It made me wonder how questions that are "very low quality" should be handled.

Currently there is a flag for "very low quality" answers:

This answer has severe formatting or content problems. 
This answer is unlikely to be salvageable through editing, and might need to be removed. 

The question I encountered seems quiet obviously just a copy/paste of a homework question looking for an answer they can simply copy/paste. However it doesn't seem to actually violate any of the help center criteria https://unix.stackexchange.com/help/asking. I see no issue with questions relating to homework, but if the asker is not willing to put any effort into resolving their question I take issue with that.

The closest it seems is:

Why do I see a message that my question does not meet quality standards?

* Any background research you've tried but wasn't enough to solve your problem.

Or

How do I ask a good question?

Search, and research

Obviously some questions like these make it past the quality standards filter, and most would agree it's a "bad" question, but it is certainly possible to answer (it is specific, on topic, and not opinion based).

I feel that the lack of effort on the asker's part is reason enough to close the question (had they done some research on their own they would have found the answer).

The alternative in this case is to go looking for a duplicate, but I doubt it would help anyone, the question is downvoted/closed so it'll be at the bottom of search results for that tag, and the asker will likely ignore anything but a working solution handed to them. This just means extra work searching for an appropriate duplicate with little benefit.

I think that the "very low quality" flag also has a place for questions, with text like:

This question has severe formatting or content problems. 
This question demonstrates a clear lack of effort, 
is unlikely to be salvageable though editing, and might need to be removed.

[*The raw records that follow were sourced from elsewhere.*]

def space_time_tests(Y: pd.DataFrame, *, coords: pd.DataFrame, times: Any,
                     interaction: bool = True, max_space_vectors: int | None = None,
                     alpha: float = 0.05, follow_up: str = "when_interaction",
                     n_permutations: int = 999, seed: None | int | np.random.Generator = None,
                     chunk_size: int | None = None, engine: str = "local",
                     scheduler: Any = None, n_workers: int | None = None,
                     progress: Callable[[int, int], Any] | None = None) -> SpaceTimeTests:
    """Tests of space, time and their interaction in an unreplicated repeated survey.

    Parameters
    ----------
    Y : DataFrame, shape (n_surveys * n_sites, n_species)
        Response (usually transformed, e.g. Hellinger) indexed by a 2-level MultiIndex
        (survey label, site id), one row per survey and site.
    coords : DataFrame
        Columns ``x``, ``y`` (map units) indexed by site id.
    times : Series or dict
        Survey label → numeric time (years, days...); irregular spacing allowed.
    interaction : bool
        Code the interaction by eigenvector products (default); False fits the additive model
        only (main effects tested against the interaction + error residual, as in a two-way
        ANOVA without replication).
    max_space_vectors : int, optional
        Use at most this many spatial eigenvectors (the broadest) in the interaction; by
        default all with positive Moran's I, reduced if needed to leave residual degrees of
        freedom (said in the notes).
    alpha : float
        Level for the interaction decision and the follow-up tests.
    follow_up : {"when_interaction", "always", "never"}
        When to run the within-survey and within-site tests.
    n_permutations, seed, chunk_size, engine, scheduler, n_workers, progress
        As in :func:`spatial_ev.inference.permutation.permutation_test`.

    Returns
    -------
    SpaceTimeTests

    Examples
    --------
    >>> r = _example_result()
    >>> r.table.loc["space", "within"]
    'survey'
    """
    interaction = bool(interaction)
    alpha = check_real("alpha", alpha, low=0, high=1, low_inclusive=False)
    follow_up = check_option("follow_up", follow_up, FOLLOW_UP)
    if max_space_vectors is not None:
        max_space_vectors = check_int("max_space_vectors", max_space_vectors, low=1)
    n_permutations, chunk_size, engine = check_run_options(n_permutations, chunk_size, engine,
                                                           progress)
    y, values, coords, tvals = _check_design(Y, coords, times)
    rng = check_rng(seed)
    surveys, sites = tvals.index, coords.index
    t, s = len(surveys), len(sites)
    if s < 5:
        raise InputError(f"space-time tests need at least 5 sites; got {s}")
    survey_of = np.repeat(np.arange(t), s)
    site_of = np.tile(np.arange(s), t)
    space_f = helmert_contrasts(s)[site_of]
    time_f = helmert_contrasts(t)[survey_of]
    notes: list[str] = []
    basis = distance_eigenvectors(coords[["x", "y"]], distance="euclidean")
    space_vec = basis.vectors.to_numpy()
    space_names = list(basis.vectors.columns)
    time_vec = temporal_eigenvectors(tvals).to_numpy()
    options = dict(n_permutations=n_permutations, chunk_size=chunk_size, engine=engine,
                   scheduler=scheduler, n_workers=n_workers, progress=progress)
    x_int = None
    if interaction:
        room = (s - 1) * (t - 1) - 1            # keep at least one residual degree of freedom
        limit = room // time_vec.shape[1]
        if max_space_vectors is not None:
            limit = min(limit, max_space_vectors)
        if limit < 1:
            raise InputError(f"{s} sites x {t} surveys leave no degree of freedom for an "
                             f"interaction term; use interaction=False")
        if space_vec.shape[1] > limit:
            notes.append(f"The interaction used the {limit} broadest of the "
                         f"{space_vec.shape[1]} spatial eigenvectors with positive Moran's I, "
                         f"to leave residual degrees of freedom.")
            space_vec, space_names = space_vec[:, :limit], space_names[:limit]
        x_int = _interaction_columns(space_vec, time_vec, s, t)
        notes.append(f"Interaction coded by {x_int.shape[1]} products of {len(space_names)} "
                     f"spatial and {time_vec.shape[1]} temporal eigenvector(s) instead of "
                     f"{(s - 1) * (t - 1)} interaction contrasts.")
    def with_int(a: np.ndarray) -> np.ndarray:
        return np.column_stack([a, x_int]) if interaction else a

    records = {}
    tests = [("space", space_f, with_int(time_f), "survey", survey_of),
             ("time", time_f, with_int(space_f), "site", site_of)]
    if interaction:
        tests.append(("interaction", x_int, np.column_stack([space_f, time_f]), "", None))
    for name, x, w, within, strata in tests:     # three tests, not a hot path
        kw = dict(options)
        if strata is not None:
            kw.update(restriction="blocks", blocks=strata)
        res = permutation_test(values, x, conditioning=w, seed=rng, **kw)
        records[name] = {"r2": res.r2, "r2_adj": res.r2_adj, "df_model": res.df_model,
                         "df_residual": res.df_residual, "pseudo_f": res.statistic,
                         "p_value": res.p_value, "n_permutations": n_permutations,
                         "permuted": "residuals of the other terms",
                         "within": within or "none (all observations)"}
    table = pd.DataFrame.from_dict(records, orient="index")
    significant = None
    if interaction:
        p_int = table.loc["interaction", "p_value"]
        significant = bool(np.isfinite(p_int) and p_int <= alpha)
    run_follow = follow_up == "always" or (follow_up == "when_interaction" and bool(significant))
    within_surveys = within_sites = None
    if interaction and significant:
        notes.append(f"The space-time interaction is significant (p = {p_int:.4g} <= {alpha}): "
                     f"the spatial pattern of the community changed between surveys. The main "
                     f"effects average over a changing pattern; read the tests within each "
                     f"survey and within each site.")
    elif interaction:
        notes.append(f"No significant space-time interaction (p = {p_int:.4g} > {alpha}): the "
                     f"spatial pattern is stable across surveys as far as this test can tell; "
                     f"the space and time main effects are interpretable on their own.")
    if run_follow:
        tests_s = []
        full_basis = basis.vectors.to_numpy()
        for label in surveys:                   # one test per survey (few), not a hot path
            block = y.xs(label, level=0).loc[sites]
            res = permutation_test(block.to_numpy(), full_basis, seed=rng, **options)
            tests_s.append({"r2_adj": res.r2_adj, "pseudo_f": res.statistic,
                            "p_value": res.p_value})
        within_surveys = pd.DataFrame(tests_s, index=pd.Index(surveys, name="survey"))
        within_surveys["p_adjusted"] = holm_adjust(within_surveys["p_value"].to_numpy())
        within_surveys["significant"] = within_surveys["p_adjusted"].fillna(1.0) <= alpha
        notes.append(f"Spatial structure tested separately in each of the {t} surveys "
                     f"({full_basis.shape[1]} spatial eigenvectors, free permutation of sites); "
                     f"Holm correction over the surveys.")
        if t - 1 - time_vec.shape[1] >= 1:
            y3 = values.reshape(t, s, -1).transpose(1, 0, 2)
            within_sites = _within_site_tests(y3, time_vec, n_permutations, rng,
                                              pd.Index(sites, name=sites.name or "site"))
            within_sites["p_adjusted"] = holm_adjust(within_sites["p_value"].to_numpy())
            within_sites["significant"] = within_sites["p_adjusted"].fillna(1.0) <= alpha
            floor = 1.0 / float(np.prod(np.arange(1, t + 1)))
            notes.append(f"Temporal structure tested separately at each of the {s} sites "
                         f"({time_vec.shape[1]} temporal eigenvector(s), free permutation of "
                         f"the {t} surveys); Holm correction over the sites. With {t} surveys "
                         f"there are only {int(round(1 / floor))} distinct orders, so no site "
                         f"p-value can fall much below {floor:.3g}.")
        else:
            notes.append(f"Temporal structure within sites was not tested: {t} surveys leave "
                         f"no residual degree of freedom after {time_vec.shape[1]} temporal "
                         f"eigenvector(s).")
    return SpaceTimeTests(table=table, n_sites=s, n_surveys=t, space_vectors=space_names,
                          n_time_vectors=int(time_vec.shape[1]), alpha=alpha,
                          interaction_significant=significant, within_surveys=within_surveys,
                          within_sites=within_sites, notes=tuple(notes))
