"""Moran spectral randomisation: a test of the environment–community link that keeps
the spatial autocorrelation of the environment.

Why. When both the community and the environment are spatially autocorrelated, an ordinary
permutation test of the RDA of the community on the environment is liberal: free permutations
of the sites destroy the autocorrelation of the environmental table, so the null distribution
is too narrow and independent but autocorrelated tables look related (Legendre et al. 2002,
Ecography 25:601–615 [memory]; shown by this package's simulations in
``validation/error_rates.md``).

Method (Wagner & Dray 2015, Methods Ecol. Evol. 6:1169–1178). Let U (n × (n − 1)) hold the
complete set of spatial eigenvectors (MEM) of C·W·C for a spatial weighting matrix W (C the
centring matrix): both signs of Moran's I, every vector orthogonal to the constant. A centred
variable x is x = U a with a = Uᵀx. A randomised copy is

    x* = x̄ + U (s ∘ Uᵀ(x − x̄)),  s a vector of random signs ±1,

which keeps x's spectrum a_k² on every eigenvector, hence Moran's I of x under W exactly
(I = (n/S₀)·Σ μ_k a_k² / Σ a_k²) [paper]. The same signs are used for every column of an
environmental table, so the correlations among the variables are kept exactly as well
(x*ᵀy* = aᵀ diag(s)² b = aᵀb) [derived].

Statistic: the pseudo-F of the RDA of Y on the environmental table, as in
:func:`spatial_ev.inference.permutation.permutation_test`; p = (k + 1)/(N + 1) over N randomised
environments, with the same tie tolerance. Because U is complete and orthonormal, the
randomised table's Gram matrix does not change, so with A = Uᵀ Q_X (orthonormal basis of the
centred environment) and B = Uᵀ Y, the model sum of squares of sign vector s is
‖Aᵀ diag(s) B‖², and a whole batch of sign vectors needs one matrix product: the environment
is never rebuilt, refitted or decomposed per randomisation [derived].

Partial test (``conditioning``: covariables W_c, e.g. the selected spatial vectors; the
environment-only fraction [a]). Y is replaced by its residuals on W_c and each randomised
environment is refitted given W_c: with G = Uᵀ Q_X, B = Uᵀ(Y after W_c), Ω = Uᵀ Q_Wc,
C = Gᵀ diag(s) B and K = Ωᵀ diag(s) G, the model sum of squares is tr(Cᵀ(I − KᵀK)⁻¹C) — one
more column block in the same matrix product and one small r × r solve per randomisation
[derived]. W_c is not randomised; the test keeps its validity condition (the randomised
environment has the observed one's distribution), whatever the covariables.

Assumptions and limits
    * The weighting matrix W describes the autocorrelation of the environment: the test is exact
      when the environment's MEM coefficients a_k are independent of their signs (e.g. a
      Gaussian process whose covariance is a function of C·W·C); for other autocorrelated
      processes it is approximate. A W that misses the structure (e.g. a graph far finer than
      the autocorrelation range) gives back part of the liberal bias of free permutations.
    * Only the Moran spectrum (the power on each eigenvector) is kept; higher-order structure —
      non-Gaussian marginal distributions, patchiness, anisotropy not described by W, the
      values' histogram — is not preserved by the randomised copies.
    * The community is not randomised; no assumption is made about its autocorrelation.
    * The complete basis costs a dense eigendecomposition, O(n³) time and O(n²) memory; it is
      refused above :data:`MAX_SITES` sites.

Choice of W. The sparse weightings that serve well as spatial predictors (neighbour graphs,
the truncated distance-based weighting) describe a long-range autocorrelated environment only
roughly on irregular layouts. In this package's simulations (``validation/error_rates.md``:
environments with exponential covariance, range 0.3–4 times the truncation distance t, 2000
replicates) the test with the distance-based W rejected up to 15 % of true null hypotheses at
α = 0.05, against 4.5–6.0 % with the dense distance-decay weighting w_ij = exp(−d_ij/t) of
:func:`distance_decay_weights` (free permutations: 12–75 %); the decay weighting also kept the
level for Gaussian, spherical and anisotropic environmental autocorrelation (free
permutations: up to 86 %).
:func:`spatial_ev.pipeline.analysis.analyse` therefore uses the distance-decay weighting.

Reproducibility. Sign vectors are drawn in fixed blocks of 128 from
``SeedSequence(entropy, spawn_key=(block,))`` with ``entropy`` drawn once from the seed, as in
:mod:`spatial_ev.inference.permutation`: the same seed gives the same p-value whatever ``chunk_size``,
thread count or engine.
"""

from __future__ import annotations

from collections.abc import Callable
from dataclasses import dataclass, field
from typing import Any

import numpy as np
import pandas as pd
from scipy import sparse

from spatial_ev._validation import as_matrix, check_int, check_rng
from spatial_ev.stats.linear import (
    check_explanatory, check_response, column_basis, explained_fraction)
from spatial_ev.inference.engines import run_tasks
from spatial_ev.errors import InputError
from spatial_ev.inference.null import SeedBlocks, check_run_options, permutation_p_value
from spatial_ev.stats.linear import reduce_response
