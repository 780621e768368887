// What other features may use from the bench: the imaging bar and the recovered-file summary.
export { ImagingProgress } from './components/imaging-progress';
export { ManifestSummary } from './components/manifest-summary';
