describe('checkout', () => {
  it('creates an open, unpaid session with a hosted page URL and its payment intent', async () => {
    const session = await createSession(12_345);
    expect(session).toMatchObject({
      object: 'checkout.session',
      mode: 'payment',
      status: 'open',
      payment_status: 'unpaid',
      amount_total: 12_345,
      currency: 'usd',
      client_reference_id: 'case-1',
      metadata: { caseRef: 'PP-TEST-1' },
    });
    expect(session.id).toMatch(/^cs_test_/);
    expect(session.url).toBe(`${fake.url}/pay/${session.id}`);
    const pi = await stripe.paymentIntents.retrieve(session.payment_intent as string);
    expect(pi).toMatchObject({ status: 'requires_payment_method', amount: 12_345, metadata: { caseRef: 'PP-TEST-1' } });

    const page = await fetch(session.url!);
    const html = await page.text();
    expect(html).toContain('$123.45');
    expect(html).toContain('Data recovery, 2.5&quot; HDD');
  });

  it('paid on the hosted page with 4242 4242 4242 4242: session paid, fee 2.9 % + 30¢, webhooks sent, redirect to success_url', async () => {
    const session = await createSession(12_345);
    const submit = await fetch(session.url!, {
      method: 'POST',
      headers: { 'content-type': 'application/x-www-form-urlencoded' },
      body: new URLSearchParams({ cardNumber: '4242 4242 4242 4242', expiry: '12/39', cvc: '123' }).toString(),
      redirect: 'manual',
    });
    expect(submit.status).toBe(303);
    expect(submit.headers.get('location')).toBe(`http://127.0.0.1:9/paid?session=${session.id}`);

    const after = await stripe.checkout.sessions.retrieve(session.id);
    expect(after).toMatchObject({ status: 'complete', payment_status: 'paid' });

    const pi = await stripe.paymentIntents.retrieve(session.payment_intent as string, {
      expand: ['latest_charge.balance_transaction'],
    });
    expect(pi.status).toBe('succeeded');
    expect(pi.amount_received).toBe(12_345);
    const charge = pi.latest_charge as Stripe.Charge;
    expect(charge).toMatchObject({ status: 'succeeded', paid: true, amount: 12_345 });
    expect(charge.payment_method_details?.card).toMatchObject({ brand: 'visa', last4: '4242' });
    const txn = charge.balance_transaction as Stripe.BalanceTransaction;
    // 2.9 % of $123.45 is 358.005¢ → 358¢ (half-even), plus 30¢ = 388¢ (rate from memory of the provider's US pricing).
    expect(txn.fee).toBe(388);
    expect(txn.fee).toBe(cardFeeMinor(12_345));
    expect(txn.net).toBe(12_345 - 388);
    expect(txn).toMatchObject({ type: 'charge', source: charge.id, amount: 12_345 });
    expect((await stripe.balanceTransactions.retrieve(txn.id)).fee).toBe(388);

    const sessionEvents = await webhooksFor(session.id);
    expect(sessionEvents.map((r) => r.event.type)).toEqual(['checkout.session.completed']);
    const completed = sessionEvents[0].event.data.object as Stripe.Checkout.Session;
    expect(completed).toMatchObject({ payment_status: 'paid', metadata: { caseRef: 'PP-TEST-1' } });
    expect((await webhooksFor(pi.id)).map((r) => r.event.type)).toContain('payment_intent.succeeded');

    // Paying again is refused: the page says it is complete.
    const again = await fakeControl(`/checkout/${session.id}/pay`, { cardNumber: '4242424242424242' });
    expect(again.status).toBe(400);
    expect(again.json.error.code).toBe('checkout_session_complete');
  });

  it('declines 4000 0000 0000 0002 with card_declined, leaves the session open and sends payment_intent.payment_failed', async () => {
    const session = await createSession(5_000);
    const result = await fakeControl(`/checkout/${session.id}/pay`, { cardNumber: '4000 0000 0000 0002' });
    expect(result.status).toBe(402);
    expect(result.json.error).toMatchObject({
      type: 'card_error',
      code: 'card_declined',
      decline_code: 'generic_decline',
      message: 'Your card was declined.',
    });

    expect(await stripe.checkout.sessions.retrieve(session.id)).toMatchObject({ status: 'open', payment_status: 'unpaid' });
    const pi = await stripe.paymentIntents.retrieve(session.payment_intent as string);
    expect(pi.status).toBe('requires_payment_method');
    expect(pi.last_payment_error).toMatchObject({ code: 'card_declined', decline_code: 'generic_decline' });
    const failed = (await webhooksFor(pi.id)).filter((r) => r.event.type === 'payment_intent.payment_failed');
    expect(failed).toHaveLength(1);

    // The hosted page shows the decline and lets the person try again.
    const page = await fetch(session.url!, {
      method: 'POST',
      headers: { 'content-type': 'application/x-www-form-urlencoded' },
      body: 'cardNumber=4000000000000002&expiry=12%2F39&cvc=123',
      redirect: 'manual',
    });
    expect(page.status).toBe(402);
    expect(await page.text()).toContain('Your card was declined.');
  });

  it('refuses a card number that fails Luhn with a clear message and no charge attempt', async () => {
    const session = await createSession(5_000);
    const result = await fakeControl(`/checkout/${session.id}/pay`, { cardNumber: '4242 4242 4242 4241' });
    expect(result.status).toBe(402);
    expect(result.json.error).toMatchObject({ code: 'incorrect_number', param: 'number' });
    expect(result.json.error.message).toMatch(/card number is invalid/i);

    const pi = await stripe.paymentIntents.retrieve(session.payment_intent as string);
    expect(pi.latest_charge).toBeNull();
    expect(await webhooksFor(pi.id)).toHaveLength(0);

    const page = await fetch(session.url!, {
      method: 'POST',
      headers: { 'content-type': 'application/x-www-form-urlencoded' },
      body: 'cardNumber=1234+5678+9012+3456&expiry=12%2F39&cvc=123',
    });
    expect(page.status).toBe(402);
    expect(await page.text()).toMatch(/card number is invalid/i);
  });

  it('refuses a total under the $0.50 minimum, a missing success_url and a non-usd currency', async () => {
    const small = (await createSession(49).catch((e: unknown) => e)) as Stripe.errors.StripeError;
    expect(small.code).toBe('amount_too_small');

    const missing = (await stripe.checkout.sessions
      .create({ mode: 'payment', line_items: [{ price_data: { currency: 'usd', unit_amount: 100, product_data: { name: 'x' } }, quantity: 1 }] })
      .catch((e: unknown) => e)) as Stripe.errors.StripeError;
    expect(missing).toMatchObject({ code: 'parameter_missing', param: 'success_url' });

    const eur = (await createSession(1000, {
      line_items: [{ price_data: { currency: 'eur', unit_amount: 1000, product_data: { name: 'x' } }, quantity: 1 }],
    }).catch((e: unknown) => e)) as Stripe.errors.StripeError;
    expect(eur.statusCode).toBe(400);
    expect(eur.message).toMatch(/usd only/);
  });

  it('expires an open session; paying it afterwards is refused', async () => {
    const session = await createSession(1_000);
    const expired = await stripe.checkout.sessions.expire(session.id);
    expect(expired.status).toBe('expired');
    const result = await fakeControl(`/checkout/${session.id}/pay`, { cardNumber: '4242424242424242' });
    expect(result.json.error.code).toBe('checkout_session_expired');
    expect((await webhooksFor(session.id)).map((r) => r.event.type)).toEqual(['checkout.session.expired']);
  });

  it('lists the line items of a session', async () => {
    const session = await createSession(2_500);
    const items = await stripe.checkout.sessions.listLineItems(session.id);
    expect(items.data).toHaveLength(1);
    expect(items.data[0]).toMatchObject({ amount_total: 2_500, quantity: 1, description: 'Data recovery, 2.5" HDD' });
  });
});
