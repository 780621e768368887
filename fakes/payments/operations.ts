import { cardFeeMinor } from '@shared/domain/money';
import { assessCard, type CardInput, type CardInputProblem, type CardDecline } from './cards';
import { invalidRequest } from './errors';
import {
  newId,
  nowSeconds,
  PaymentsStore,
  type Account,
  type BalanceTransaction,
  type Charge,
  type CheckoutSession,
  type LineItem,
  type Metadata,
  type PaymentIntent,
  type Refund,
  type RequestInfo,
  type StripeEvent,
  type Transfer,
} from './store';

/** How long an onboarding link stays usable (the provider's links expire after a few minutes, from memory). */
export const ACCOUNT_LINK_TTL_SECONDS = 300;
/** Checkout sessions expire after 24 hours unless `expires_at` says sooner (from memory of the provider docs). */
export const CHECKOUT_TTL_SECONDS = 24 * 60 * 60;

const NO_REQUEST: RequestInfo = { id: null, idempotencyKey: null };

export interface CreateAccountInput {
  type?: Account['type'];
  email?: string;
  country?: string;
  default_currency?: string;
  business_type?: string;
  business_profile?: { name?: string; url?: string };
  capabilities?: Record<string, { requested: boolean }>;
  metadata?: Metadata;
}

export interface CreateCheckoutInput {
  line_items: { price_data: { currency: string; unit_amount: number; product_data: { name: string } }; quantity: number }[];
  success_url: string;
  cancel_url?: string;
  metadata?: Metadata;
  client_reference_id?: string;
  customer_email?: string;
  expires_at?: number;
  payment_intent_data?: {
    metadata?: Metadata;
    description?: string;
    transfer_data?: { destination: string; amount?: number };
    application_fee_amount?: number;
    transfer_group?: string;
  };
}

export type PayOutcome =
  | { kind: 'succeeded'; session: CheckoutSession; paymentIntent: PaymentIntent; charge: Charge; redirectTo: string }
  | { kind: 'declined'; session: CheckoutSession; paymentIntent: PaymentIntent; charge: Charge; decline: CardDecline }
  | { kind: 'refused'; session: CheckoutSession; problem: CardInputProblem };

/** The provider's minimum charge for USD (from memory: $0.50). */
export const MINIMUM_CHARGE_MINOR = 50;

/** Requirements a fresh connected account shows until onboarding is done (a representative subset). */
const ONBOARDING_REQUIREMENTS = ['business_type', 'external_account', 'tos_acceptance.date', 'tos_acceptance.ip'];
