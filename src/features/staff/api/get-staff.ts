import { queryOptions, useQuery } from '@tanstack/react-query';
import { z } from 'zod';
import { staffMemberSchema, type StaffMember } from '@shared/schemas/auth';
import { api } from '@/lib/api-client';
import { staffKeys } from '@/lib/query-keys';

const staffListSchema = z.array(staffMemberSchema);

export function getStaff(signal?: AbortSignal): Promise<StaffMember[]> {
  return api.get('/organization/staff', { schema: staffListSchema, signal });
}

export function getStaffQueryOptions() {
  return queryOptions({
    queryKey: staffKeys.lists(),
    queryFn: ({ signal }) => getStaff(signal),
  });
}

export function useStaff() {
  return useQuery(getStaffQueryOptions());
}
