import { DateTime } from 'luxon';
import type { EntityManager } from 'typeorm';
import { isValidSscc } from '@shared/domain/sscc';
import { parseReference } from '@shared/domain/reference';
import {
  batteryConditionSeenLabels,
  boardBuckets,
  checkInInput,
  checkInLookupQuery,
  declineAfterArrivalInput,
  releaseHoldInput,
  inboundBoardQuery,
  type BoardBucket,
  type BoardRowDto,
  type CheckInLookupDto,
  type CheckInResultDto,
  type InboundBoardDto,
} from '@shared/schemas/shipping';
import { batteryMediaTypes, caseStatusLabels, priorityCategoryLabels, symptomLabels, type CaseStatus } from '@shared/vocabulary';
import { AppError } from '../lib/errors';
import type { Actor, ServiceContext } from '../lib/context';
import { parseInput } from '../lib/validate';
import { enqueueEmailToUser } from '../notifications';
import { Organization } from '../organizations';
import { addTimelineEntry, lockReferral, Referral, type TimelineActor } from '../referrals';
import { appendCustody, organizationPlace } from '../custody';
import { LabOffer, routeAndOffer, shopUsers } from '../routing';
import {
  checkInSummary,
  deviceLine,
  holdingLab,
  Shipment,
  shipmentDtoOf,
  statusRank,
  type Channel,
} from '../shipping';
import { contentHash, detectPhotoType, type BlobStorage } from '../uploads';
import { CheckIn, CheckInPhoto, LabTransfer } from './entities';

// The lab's shipping clerk: the inbound board (every expected and arriving box by tracking status) and the
// check-in of each box that arrives, with its condition, seal, photos, contents and battery as seen. A box
// in order makes the case "received"; a problem puts it "on hold" with the reason, for the shop to see.

const CHECK_IN_STATUSES: readonly CaseStatus[] = ['accepted', 'label_issued', 'in_transit'];
const MAX_PHOTOS = 8;
const MAX_PHOTO_BYTES = 10 * 1024 * 1024;

function labOf(actor: Actor): string {
  if (actor.organizationKind !== 'lab') throw AppError.forbidden('Only a lab receives boxes');
  return actor.organizationId;
}

async function personName(manager: EntityManager, userId: string): Promise<string> {
  const rows: { name: string }[] = await manager.query(`SELECT name FROM users WHERE id = $1`, [userId]);
  return rows[0]?.name ?? 'Lab staff';
}

// ---- the inbound board -------------------------------------------------------------------------

interface BoardRow {
  id: string;
  referral_id: string;
  reference: string;
  kind: 'inbound' | 'transfer';
  status: BoardRowDto['status'];
  bucket: BoardBucket;
  tracking_code: string | null;
  carrier: string | null;
  service: string | null;
  from_name: string;
  from_city: string | null;
  from_region: string | null;
  media_type: BoardRowDto['mediaType'];
  estimated_delivery_at: Date | null;
  delivered_at: Date | null;
  checked_in_at: Date | null;
  last_event_at: Date | null;
  last_status_detail: string | null;
  last_message: string | null;
  last_location: string | null;
  battery_mark_text: string | null;
  battery_warning: boolean;
}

I assume the community agrees that questions like these are a waste, provide little benefit to future users, and should simply be closed. As it stands the current close flags are a bit ambiguous (the closest being "Off-topic" which isn't really true, or "Duplicate" which may not be true, or puts work on legitimate users with no gain). I don't think that people should be discouraged from asking questions simply because they relate to homework, but they should be discouraged from asking questions without trying to find the answer themselves.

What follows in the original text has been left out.